4/28/2019 | 5 | 73.00 | 3/14/2020 | 78 | 4.68 | |

5/10/2019 | 12 | 30.42 | 5/19/2020 | 66 | 5.53 | |

6/2/2019 | 23 | 15.87 | 7/26/2020 | 68 | 5.37 | |

6/9/2019 | 7 | 52.14 | 10/21/2020 | 87 | 4.20 | |

6/27/2019 | 18 | 20.28 | 12/27/2020 | 67 | 5.45 | |

7/17/2019 | 20 | 18.25 | 3/1/2021 | 64 | 5.70 | |

7/24/2019 | 7 | 52.14 | 5/15/2021 | 75 | 4.87 | |

8/2/2019 | 9 | 40.56 | 7/12/2021 | 58 | 6.29 |

Now you can plot the rates using the individuals control chart. This is shown in Figure 7.

**Figure 7: X Chart for Infection Yearly Rates**

Note that improvement for this control chart is decreasing the yearly infection rate – so “down” is good, whereas “up” is good for the number of days between infection on the previous X and g control charts. This chart clearly shows the improvement as well, although it is hard to see the variation after the improvement but might be better if the chart is started new at the split point.
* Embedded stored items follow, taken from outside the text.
package balance

import (
	"cmp"
	"math"
	"slices"

	"ratehouse/trial"
)

// Note is the diagnosis for the adjuster's bench: an opinion from daily rates, never part of a report.
// Each part is in the order in which it is to be read.
type Note struct {
	Regulation []Finding // what regulating alone can do
	Beyond     []Finding // what it cannot mend
	Look       []Finding // where to look first
	Validity   []Finding // what the opinion rests on
}

// Finding is one statement: a code and its numbers, which web/words says. Numbers are rounded to
// thousandths.
type Finding struct {
	Code     Code
	Symbols  []string
	Days     []int
	Position trial.Position
	Organ    string
	Values   []trial.Milli
}

// Code names a finding; the meaning of Values stands beside each.
type Code string

// Regulation.
const (
	Undecided    Code = "undecided"      // Symbols not decided: nothing is said of regulating
	Room         Code = "room"           // passes; Values: how much it could be shifted, least and greatest, s/d
	Regulate     Code = "regulate"       // Values: shift to be made, least, greatest and middle, s/d
	Units        Code = "units"          // Organ; Values: the same in divisions or turns, least and greatest
	NoStep       Code = "no_step"        // the calibre card does not say what a division or turn does
	NotEnough    Code = "not_enough"     // Symbols stay outside whatever the mean
	MeanAsWell   Code = "mean_as_well"   // M is outside too; Values: shift that brings it inside once the rest is mended, least and greatest
	MeanIsInside Code = "mean_is_inside" // what is outside has nothing to do with regulating
)

// Beyond.
const (
	OneVariation Code = "one_variation" // Days and Position of one pair that stands out; Values: its variation, the median of the others, s/d
	Unsteady     Code = "unsteady"      // Values: mean and greatest variation, s/d
	Accessory    Code = "accessory"     // Days; Values: what the day with it differs by, s/d
	HangFlat     Code = "hang_flat"     // Values: the criterion, s/d: vertical minus horizontal
	FlatPair     Code = "flat_pair"     // Values: dial up minus dial down, s/d
	Vertical     Code = "vertical"      // vertical pattern; Values: size s/d, direction degrees, their standard uncertainties
	FarPosition  Code = "far_position"  // Days and Position farthest from the mean; Values: how far, s/d
	Thermal      Code = "thermal"       // Values: the criterion, s/d per °C, and the error of compensation behind it, 10^-6 per °C
	Resumption   Code = "resumption"    // Values: the criterion, s/d
)

// Look: common practice, no source. Each follows from one finding above.
const (
	LookReading   Code = "look_reading"   // Days: a wrong reading would look the same; see it before the movement
	LookDrive     Code = "look_drive"     // amplitude, cleanliness, oil, then mainspring and winding
	LookMagnetism Code = "look_magnetism" // magnetism, coils touching
	LookAccessory Code = "look_accessory" // what the additional mechanism takes from the amplitude
	LookHeavy     Code = "look_heavy"     // poise; Values: direction of the heavy side, degrees from 12, seen from the dial
	LookPattern   Code = "look_pattern"   // hairspring centred and flat, then pivots, then poise: the amplitude is not known
	LookPivots    Code = "look_pivots"    // pivots and endshake of the side that differs
	LookHang      Code = "look_hang"      // Values: -1 loses hanging (amplitude falls), +1 gains hanging (curb, outer curve)
	LookSpring    Code = "look_spring"    // spring and balance do not match; no index mends it
	LookSettling  Code = "look_settling"  // what warm and cold left behind: collet, stud, oil
)

// Validity.
const (
	Opinion       Code = "opinion"        // from means over a day each, through all its amplitudes; Values: days read
	NoAmplitude   Code = "no_amplitude"   // so no heavy side is named
	AmplitudeWide Code = "amplitude_wide" // the amplitude given leaves the sign open
	NoClosure     Code = "no_closure"     // three vertical positions: nothing tests the pattern
	ClosureOpen   Code = "closure_open"   // Values: closure and twice its standard uncertainty, s/d: more than one cause
	NoUncertainty Code = "no_uncertainty"
	DaysMissing   Code = "days_missing" // Days
)

// Facts are what is known besides the rates.
type Facts struct {
	Card      Card
	Amplitude Amplitude
	// U is the standard uncertainty of a position's mean rate, s/d; 0: not stated.
	U float64
}

// BenchNote makes the note of one movement from its rates by programme day and what the judge says of
// them. It says only what these numbers show: two movements with other causes get other codes.
func BenchNote(j *trial.Judge, rates []trial.Rate, f Facts) Note {
	b := &bench{judge: j, prog: j.Programme(), facts: f, rates: make([]trial.Rate, len(j.Programme().Days))}
	copy(b.rates, rates)
	j.Rates(b.rates, &b.result)
	b.regulation()
	for i, v := range b.result.Values {
		if v.Outcome == trial.Outside {
			b.beyond(i)
		}
	}
	b.validity()
	return b.note
}

// bench is the note in the making.
type bench struct {
	judge   *trial.Judge
	prog    *trial.Programme
	facts   Facts
	rates   []trial.Rate
	result  trial.Result
	note    Note
	pattern bool // the vertical pattern was spoken of
}

func milli(x float64) trial.Milli { return trial.Milli(math.Round(1000 * x)) }

func (b *bench) add(f Finding) { b.note.Beyond = append(b.note.Beyond, f) }
func (b *bench) look(f Finding) {
	for _, seen := range b.note.Look {
		if seen.Code == f.Code && slices.Equal(seen.Days, f.Days) {
			return
		}
	}
	b.note.Look = append(b.note.Look, f)
}

// regulation says what shifting all rates can do.
func (b *bench) regulation() {
	say := func(f Finding) { b.note.Regulation = append(b.note.Regulation, f) }
	var open, fixed, means []string
	for i, v := range b.result.Values {
		c := b.prog.Criteria[i]
		switch {
		case b.judge.Limit(i).Any() && !v.Known:
			open = append(open, c.Symbol)
		case v.Outcome == trial.Outside && c.Formula.Kind == trial.Mean:
			means = append(means, c.Symbol)
		case v.Outcome == trial.Outside:
			fixed = append(fixed, c.Symbol)
		}
	}
	switch s, ok := Regulation(b.judge, b.rates); {
	case ok && len(means) == 0:
		say(Finding{Code: Room, Values: []trial.Milli{s.Lo, s.Hi}})
	case ok:
		say(Finding{Code: Regulate, Symbols: means, Values: []trial.Milli{s.Lo, s.Hi, (s.Lo + s.Hi) / 2}})
		say(b.units(s))
	default:
		b.notByRegulating(say, fixed, means)
	}
	if len(open) > 0 {
		say(Finding{Code: Undecided, Symbols: open})
	}
}

// notByRegulating says what stays outside, and what the mean would need beside it.
func (b *bench) notByRegulating(say func(Finding), fixed, means []string) {
	if len(fixed) > 0 {
		say(Finding{Code: NotEnough, Symbols: fixed})
	}
	if len(means) > 0 {
		s := meanShift(b.judge, &b.result)
		say(Finding{Code: MeanAsWell, Symbols: means, Values: []trial.Milli{s.Lo, s.Hi}})
	} else if len(fixed) > 0 {
		say(Finding{Code: MeanIsInside})
	}
}

func (b *bench) units(s Shift) Finding {
	if lo, hi, ok := b.facts.Card.Units(s); ok {
		return Finding{Code: Units, Organ: b.facts.Card.Organ, Values: []trial.Milli{lo, hi}}
	}
	return Finding{Code: NoStep}
}

// beyond says what lies behind a criterion that is outside.
func (b *bench) beyond(i int) {
	c, v := b.prog.Criteria[i], b.result.Values[i]
	switch c.Formula.Kind {
	case trial.MeanVariation, trial.GreatestVariation:
		b.variation(c.Formula.Pairs)
	case trial.Difference:
		if b.isResumption(c.Formula) {
			b.add(Finding{Code: Resumption, Symbols: []string{c.Symbol}, Values: []trial.Milli{milli(v.Float())}})
			b.look(Finding{Code: LookSettling})
			return
		}
		b.add(Finding{Code: HangFlat, Symbols: []string{c.Symbol}, Values: []trial.Milli{milli(v.Float())}})
		b.look(Finding{Code: LookHang, Values: []trial.Milli{trial.Milli(1000 * v.Sign())}})
	case trial.GreatestDeviation, trial.RangeOf:
		b.deviation(c.Formula.Days)
	case trial.PerDegree:
		b.add(Finding{Code: Thermal, Symbols: []string{c.Symbol},
			Values: []trial.Milli{milli(v.Float()), milli(ThermalError(v.Float()) * 1e6)}})
		b.look(Finding{Code: LookSpring})
	}
}

// isResumption tells a difference between days of one position at one temperature.
func (b *bench) isResumption(f trial.Formula) bool {
	first := b.prog.Days[f.Of[0]-1]
	for _, d := range slices.Concat(f.Of, f.From) {
		if day := b.prog.Days[d-1]; day.Position != first.Position || day.TemperatureC != first.TemperatureC {
			return false
		}
	}
	return true
}

func (b *bench) rate(day int) float64 { return b.rates[day-1].Exact().Float() }

// variation tells one pair that stands out, an additional mechanism, or unsteadiness in all.
func (b *bench) variation(pairs [][2]int) {
	if len(b.note.Beyond) > 0 && slices.ContainsFunc(b.note.Beyond, func(f Finding) bool {
		return f.Code == OneVariation || f.Code == Unsteady || f.Code == Accessory
	}) {
		return // V and Vmax have one cause
	}
	sizes := make([]float64, len(pairs))
	var sum float64
	worst := 0
	for k, p := range pairs {
		sizes[k] = math.Abs(b.rate(p[1]) - b.rate(p[0]))
		sum += sizes[k]
		if sizes[k] > sizes[worst] {
			worst = k
		}
	}
	rest := slices.Delete(slices.Clone(sizes), worst, worst+1)
	typical := median(rest)
	const outlier = 3 // times the median of the others: common practice, no source
	p := pairs[worst]
	switch {
	case len(rest) == 0 || sizes[worst] <= outlier*typical:
		b.add(Finding{Code: Unsteady, Values: []trial.Milli{milli(sum / float64(len(pairs))), milli(sizes[worst])}})
		b.look(Finding{Code: LookDrive})
		b.look(Finding{Code: LookMagnetism})
	case b.prog.Days[p[0]-1].Accessory != b.prog.Days[p[1]-1].Accessory:
		with, without := p[1], p[0]
		if b.prog.Days[p[0]-1].Accessory {
			with, without = p[0], p[1]
		}
		b.add(Finding{Code: Accessory, Days: []int{with}, Values: []trial.Milli{milli(b.rate(with) - b.rate(without))}})
		b.look(Finding{Code: LookAccessory})
	default:
		b.add(Finding{Code: OneVariation, Days: p[:], Position: b.prog.Days[p[0]-1].Position,
			Values: []trial.Milli{milli(sizes[worst]), milli(typical)}})
		b.look(Finding{Code: LookReading, Days: p[:]})
		b.look(Finding{Code: LookMagnetism})
	}
}

func median(list []float64) float64 {
	if len(list) == 0 {
		return 0
	}
	list = slices.Sorted(slices.Values(list))
	n := len(list)
	return (list[(n-1)/2] + list[n/2]) / 2
}

// deviation names the position farthest out and what makes it so.
func (b *bench) deviation(days []int) {
	var mean float64
	for _, d := range days {
		mean += b.rate(d) / float64(len(days))
	}
	far := slices.MaxFunc(days, func(x, y int) int { return cmp.Compare(math.Abs(b.rate(x)-mean), math.Abs(b.rate(y)-mean)) })
	pos := b.prog.Days[far-1].Position
	b.add(Finding{Code: FarPosition, Days: []int{far}, Position: pos, Values: []trial.Milli{milli(b.rate(far) - mean)}})
	means := b.positions(days)
	if pos.Vertical() {
		b.vertical(means)
		return
	}
	up, haveUp := means[trial.CH]
	down, haveDown := means[trial.FH]
	if haveUp && haveDown {
		b.add(Finding{Code: FlatPair, Values: []trial.Milli{milli(up - down)}})
	}
	b.look(Finding{Code: LookPivots, Position: pos})
}

// positions are the mean rates by position, over days without an additional mechanism where there
// are such.
func (b *bench) positions(days []int) map[trial.Position]float64 {
	sum, n := map[trial.Position]float64{}, map[trial.Position]int{}
	for _, plain := range []bool{true, false} {
		for _, d := range days {
			day := b.prog.Days[d-1]
			if day.Accessory == !plain && b.rates[d-1].Known() && (plain || n[day.Position] == 0) {
				sum[day.Position] += b.rate(d)
				n[day.Position]++
			}
		}
	}
	for p := range sum {
		sum[p] /= float64(n[p])
	}
	return sum
}

// vertical speaks of the vertical pattern.
func (b *bench) vertical(means map[trial.Position]float64) {
	p, ok := VerticalPattern(means, b.facts.U)
	if !ok {
		return
	}
	b.pattern = true
	b.add(Finding{Code: Vertical, Values: []trial.Milli{milli(p.Size), milli(p.Direction), milli(p.USize), milli(p.UAngle)}})
	if heavy, ok := p.HeavyPoint(b.facts.Amplitude); ok {
		b.look(Finding{Code: LookHeavy, Values: []trial.Milli{milli(heavy)}})
	} else {
		b.look(Finding{Code: LookPattern})
	}
	switch {
	case !p.HasClosure:
		b.note.Validity = append(b.note.Validity, Finding{Code: NoClosure})
	case math.Abs(p.Closure) > 2*p.UClosure:
		b.note.Validity = append(b.note.Validity, Finding{Code: ClosureOpen, Values: []trial.Milli{milli(p.Closure), milli(2 * p.UClosure)}})
	}
}

// validity says what the opinion rests on.
func (b *bench) validity() {
	var missing []int
	for d, r := range b.rates {
		if !r.Known() {
			missing = append(missing, d+1)
		}
	}
	say := func(f Finding) { b.note.Validity = append(b.note.Validity, f) }
	if b.pattern && b.facts.Amplitude == (Amplitude{}) {
		say(Finding{Code: NoAmplitude})
	} else if b.pattern && slices.ContainsFunc(b.note.Look, func(f Finding) bool { return f.Code == LookPattern }) {
		say(Finding{Code: AmplitudeWide})
	}
	if b.pattern && b.facts.U == 0 {
		say(Finding{Code: NoUncertainty})
	}
	if len(missing) > 0 {
		say(Finding{Code: DaysMissing, Days: missing})
	}
	say(Finding{Code: Opinion, Values: []trial.Milli{trial.Milli(1000 * (len(b.rates) - len(missing)))}})
}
For more information on rates with the individuals control chart, please see our SPC Knowledge Base article: Rare Events and X-mR Charts.

### Summary

This publication examined some alternatives for tracking “rare events” using control charts. All three charts examined were capable of seeing process changes in days between infections or the yearly rate. The g control chart had several issues – namely that the centerline is not the average and that the large upper control limit made it difficult to see the variation near the centerline. The individuals control chart did not have these issues. While both will work, it seems, at least with this dataset, that the individuals control chart is the best option. And the simplest.